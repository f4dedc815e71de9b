//! The per-pulsar reduction: the Woodbury form of the Gaussian likelihood of one pulsar with its
//! timing model marginalised, reduced to X = F^T P^-1 r and Z = F^T P^-1 F on the analysis
//! Fourier basis (van Haasteren & Vallisneri 2014; Chamberlin et al. 2015). Everything the
//! correlation analysis needs afterwards is X, Z and the sky direction.

use crate::basis::{chromatic_basis, ecorr_epochs, fourier_basis, timing_model, ECORR_EPOCH_GAP_S};
use crate::constants::SECONDS_PER_DAY;
use crate::error::{Error, Result};
use crate::linalg::ScaledCholesky;
use crate::noise::{NoiseModel, PulsarNoise};
use crate::release::{Pulsar, Release};
use crate::sky::Direction;
use crate::spectrum::{frequencies, PowerLaw};
use ndarray::{s, Array1, Array2, Axis};
use rayon::prelude::*;

/// The shared time origin and analysis frequencies of an array.
#[derive(Clone, Debug, PartialEq, serde::Serialize)]
pub struct FrequencyGrid {
    /// Earliest MJD of the array (t = 0).
    pub t0_mjd: f64,
    /// Span of the whole array, seconds.
    pub t_span: f64,
    /// Analysis frequencies f_j = j / T_span, j = 1..K (Hz).
    pub freqs: Vec<f64>,
}

impl FrequencyGrid {
    /// The grid of a release with `k` analysis frequencies.
    pub fn for_release(release: &Release, k: usize) -> Result<Self> {
        let (lo, hi) = release.mjd_range();
        Self::new(lo, hi, k)
    }

    /// The grid spanning `[mjd_lo, mjd_hi]` with `k` frequencies.
    pub fn new(mjd_lo: f64, mjd_hi: f64, k: usize) -> Result<Self> {
        let t_span = (mjd_hi - mjd_lo) * SECONDS_PER_DAY;
        if t_span.is_nan() || t_span <= 0.0 {
            return Err(Error::setting(
                "span",
                "the array spans no time (all TOAs at one MJD)",
            ));
        }
        if k == 0 {
            return Err(Error::setting("frequencies", "need at least one frequency"));
        }
        Ok(FrequencyGrid {
            t0_mjd: mjd_lo,
            t_span,
            freqs: frequencies(k, t_span),
        })
    }

    /// Number of analysis frequencies K.
    pub fn k(&self) -> usize {
        self.freqs.len()
    }

    /// Seconds since t0 for a list of MJDs.
    pub fn seconds(&self, mjd: &[f64]) -> Vec<f64> {
        mjd.iter()
            .map(|&m| (m - self.t0_mjd) * SECONDS_PER_DAY)
            .collect()
    }

    /// The first `k` frequencies of the same ladder j / T_span (k may exceed K).
    pub fn ladder(&self, k: usize) -> Vec<f64> {
        frequencies(k, self.t_span)
    }
}

/// One pulsar reduced to the analysis basis.
#[derive(Clone, Debug)]
pub struct Reduced {
    pub label: String,
    pub direction: Direction,
    /// X = F^T P^-1 r (length 2K).
    pub x: Array1<f64>,
    /// Z = F^T P^-1 F (2K x 2K, symmetric positive semi-definite).
    pub z: Array2<f64>,
}

/// The Woodbury-factored model of one pulsar, kept so that new residual vectors (simulations,
/// injections) can be reduced in O(n * cols) without refactoring.
pub struct PulsarModel {
    /// sqrt(N^-1) per TOA.
    sqrt_ninv: Vec<f64>,
    /// sqrt(N^-1) * T (n x cols), the whitened basis.
    wt: Array2<f64>,
    /// Columns of the whitened analysis basis sqrt(N^-1) F (n x 2K).
    wf: Array2<f64>,
    chol: ScaledCholesky,
    /// L^-1 D^-1 T^T N^-1 F (cols x 2K).
    qf: Array2<f64>,
    /// Z = F^T P^-1 F.
    pub z: Array2<f64>,
}

/// Which processes enter a pulsar's covariance besides its white noise.
#[derive(Clone, Copy, Debug, Default)]
pub struct AutoPower<'a> {
    /// The common process's auto-power, on the K analysis frequencies.
    pub common: Option<&'a PowerLaw>,
}

impl PulsarModel {
    /// Build the model T = [M | F_red | F_dm | U_ecorr] with prior B (docs/conventions.md) and
    /// factor S = B^-1 + T^T N^-1 T.
    pub fn build(
        p: &Pulsar,
        noise: &PulsarNoise,
        grid: &FrequencyGrid,
        auto: AutoPower,
    ) -> Result<Self> {
        let n = p.n_toa();
        let k = grid.k();
        let t = grid.seconds(&p.mjd);

        // White noise N_ii = (EFAC sigma_i)^2 + EQUAD^2 per backend.
        let whites: Vec<_> = p.backends.iter().map(|b| noise.white_for(b)).collect();
        let sqrt_ninv: Vec<f64> = (0..n)
            .map(|i| {
                let w = &whites[p.backend[i]];
                let var = (w.efac * p.sigma[i]).powi(2) + w.equad().powi(2);
                1.0 / var.sqrt()
            })
            .collect();

        // Blocks of T and their prior inverses (0 for the timing model's flat prior).
        let m = timing_model(p, &t)?;
        let mut blocks: Vec<Array2<f64>> = vec![m.clone()];
        let mut binv: Vec<f64> = vec![0.0; m.ncols()];

        let k_common = if auto.common.is_some() { k } else { 0 };
        let k_red = noise.red.map_or(0, |r| r.n_frequencies.unwrap_or(k));
        let k_r = k_common.max(k_red);
        if k_r > 0 {
            let ladder = grid.ladder(k_r);
            blocks.push(fourier_basis(&t, &ladder));
            for (j, &f) in ladder.iter().enumerate() {
                let mut phi = 0.0;
                if let Some(c) = auto.common.filter(|_| j < k_common) {
                    phi += c.coefficient_variance(f, grid.t_span);
                }
                if let Some(r) = noise.red.filter(|_| j < k_red) {
                    phi += r.power_law().coefficient_variance(f, grid.t_span);
                }
                binv.extend([1.0 / phi, 1.0 / phi]);
            }
        }
        if let Some(dm) = noise.dm {
            let ladder = grid.ladder(dm.n_frequencies.unwrap_or(k));
            blocks.push(chromatic_basis(&t, &p.freq_mhz, &ladder));
            for &f in &ladder {
                let phi = dm.power_law().coefficient_variance(f, grid.t_span);
                binv.extend([1.0 / phi, 1.0 / phi]);
            }
        }
        let use_ecorr: Vec<bool> = whites.iter().map(|w| w.ecorr().is_some()).collect();
        if use_ecorr.iter().any(|&u| u) {
            let epochs = ecorr_epochs(&t, &p.backend, &use_ecorr, ECORR_EPOCH_GAP_S);
            let mut u = Array2::zeros((n, epochs.len()));
            for (e, (b, idx)) in epochs.iter().enumerate() {
                for &i in idx {
                    u[[i, e]] = 1.0;
                }
                binv.push(1.0 / whites[*b].ecorr().expect("ecorr backend").powi(2));
            }
            blocks.push(u);
        }

        // The analysis basis F: the first K frequencies of the red block when present, else
        // (for frequencies beyond k_r) extra columns outside T.
        let f_all = fourier_basis(&t, &grid.freqs);
        let views: Vec<_> = blocks.iter().map(|b| b.view()).collect();
        let tmat = ndarray::concatenate(Axis(1), &views).expect("blocks share rows");
        let mut wt = tmat;
        let mut wf = f_all;
        for i in 0..n {
            wt.row_mut(i).mapv_inplace(|v| v * sqrt_ninv[i]);
            wf.row_mut(i).mapv_inplace(|v| v * sqrt_ninv[i]);
        }

        // S = B^-1 + T^T N^-1 T (one GEMM).
        let mut smat = wt.t().dot(&wt);
        for (i, b) in binv.iter().enumerate() {
            smat[[i, i]] += b;
        }
        let chol = ScaledCholesky::new(
            &smat,
            &format!("S = B^-1 + T^T N^-1 T of pulsar {}", p.label),
        )?;
        let tnf = wt.t().dot(&wf);
        let qf = chol.whiten(&tnf);
        let fnf = wf.t().dot(&wf);
        let z = &fnf - &qf.t().dot(&qf);
        let z = symmetrise(z);
        Ok(PulsarModel {
            sqrt_ninv,
            wt,
            wf,
            chol,
            qf,
            z,
        })
    }

    /// X = F^T P^-1 r for a residual vector r (s), by the Woodbury identity.
    pub fn reduce(&self, r: &[f64]) -> Array1<f64> {
        let wr: Array1<f64> = r.iter().zip(&self.sqrt_ninv).map(|(a, b)| a * b).collect();
        let fnr = self.wf.t().dot(&wr);
        let tnr = self.wt.t().dot(&wr);
        let q = self.chol.whiten(&tnr.insert_axis(Axis(1)));
        fnr - self.qf.t().dot(&q.slice(s![.., 0]))
    }

    /// Number of TOAs.
    pub fn n_toa(&self) -> usize {
        self.sqrt_ninv.len()
    }

    /// log det S (for likelihood evaluations).
    pub fn log_det_s(&self) -> f64 {
        self.chol.log_det()
    }
}

fn symmetrise(z: Array2<f64>) -> Array2<f64> {
    let zt = z.t().to_owned();
    (z + zt) * 0.5
}

/// Reduce one pulsar: build its model and apply it to its residuals.
pub fn reduce_pulsar(
    p: &Pulsar,
    noise: &PulsarNoise,
    grid: &FrequencyGrid,
    auto: AutoPower,
) -> Result<Reduced> {
    let model = PulsarModel::build(p, noise, grid, auto)?;
    let x = model.reduce(&p.residual);
    if x.iter().chain(model.z.iter()).any(|v| !v.is_finite()) {
        return Err(Error::NonFinite {
            what: format!("the reduction of pulsar {}", p.label),
        });
    }
    Ok(Reduced {
        label: p.label.clone(),
        direction: p.direction,
        x,
        z: model.z,
    })
}

/// Reduce every pulsar of a release in parallel (one rayon task per pulsar).
pub fn reduce_release(
    release: &Release,
    noise: &NoiseModel,
    grid: &FrequencyGrid,
    common: Option<&PowerLaw>,
) -> Result<Vec<Reduced>> {
    crate::linalg::single_threaded_blas();
    release
        .pulsars
        .par_iter()
        .map(|p| reduce_pulsar(p, &noise.pulsar(&p.label), grid, AutoPower { common }))
        .collect()
}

· · · ·

In the entries above, identify every line with the string "views".

        let views: Vec<_> = blocks.iter().map(|b| b.view()).collect();
        let tmat = ndarray::concatenate(Axis(1), &views).expect("blocks share rows");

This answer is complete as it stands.